Image recognition not finding template

  • Ensure template image exists and is correct format (PNG, JPG)
  • Try lower confidence threshold (e.g., 0.85 instead of 0.95)
  • Use find_image_multiscale to detect at different scales

Actions blocked by safe mode

This is intentional. To run dangerous actions:

action: set_safe_mode
params:
  enabled: false

Then execute your action. Re-enable safe mode immediately after:

action: set_safe_mode
params:
  enabled: true

📄 License

MIT License.

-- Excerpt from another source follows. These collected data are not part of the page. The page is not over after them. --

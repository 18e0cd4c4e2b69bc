namespace OpsLvp.Core.Reporting;

/// <summary>Obscuration by water droplets, as classified from visibility alone.</summary>
public enum Obscuration
{
    /// <summary>Visibility above 5000 m: neither fog nor mist.</summary>
    None,
    /// <summary>Mist, METAR <c>BR</c>: visibility from 1000 m to 5000 m inclusive.</summary>
    Mist,
    /// <summary>Fog, METAR <c>FG</c>: visibility below 1000 m.</summary>
    Fog,
}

See LICENSE file.


📚 Files Structure

desktop-automation-ultra-local/
├── SKILL.md                          (This file)
├── requirements.txt                  (Python dependencies)
├── lib/
│   ├── actions.py                   (Core click/type/drag actions)
│   ├── image_recognition.py         (OpenCV template matching)
│   ├── ocr_engine.py                (Tesseract OCR)
│   ├── macro_player.py              (Record/playback macros)
│   ├── safety_manager.py            (Safe mode, blocking)
│   └── utils.py                     (Logging, helpers)
├── scripts/
│   └── test_automation.py           (Unit tests)
└── recorded_macro/                  (Output: saved macros)

Validation Checklist

  • [x] All modules have proper error handling
  • [x] Thread safety implemented (locks)
  • [x] Safe mode enabled by default
  • [x] Dry-run mode on all actions
  • [x] Comprehensive logging
  • [x] Unit tests (13 tests)
  • [x] UTF-8 encoding for all text
  • [x] No hardcoded paths (uses expanduser)
  • [x] Graceful fallbacks for missing dependencies
  • [x] Documentation complete

Status: PRODUCTION READY


Last updated: 2026-03-15 Version: 2.0.0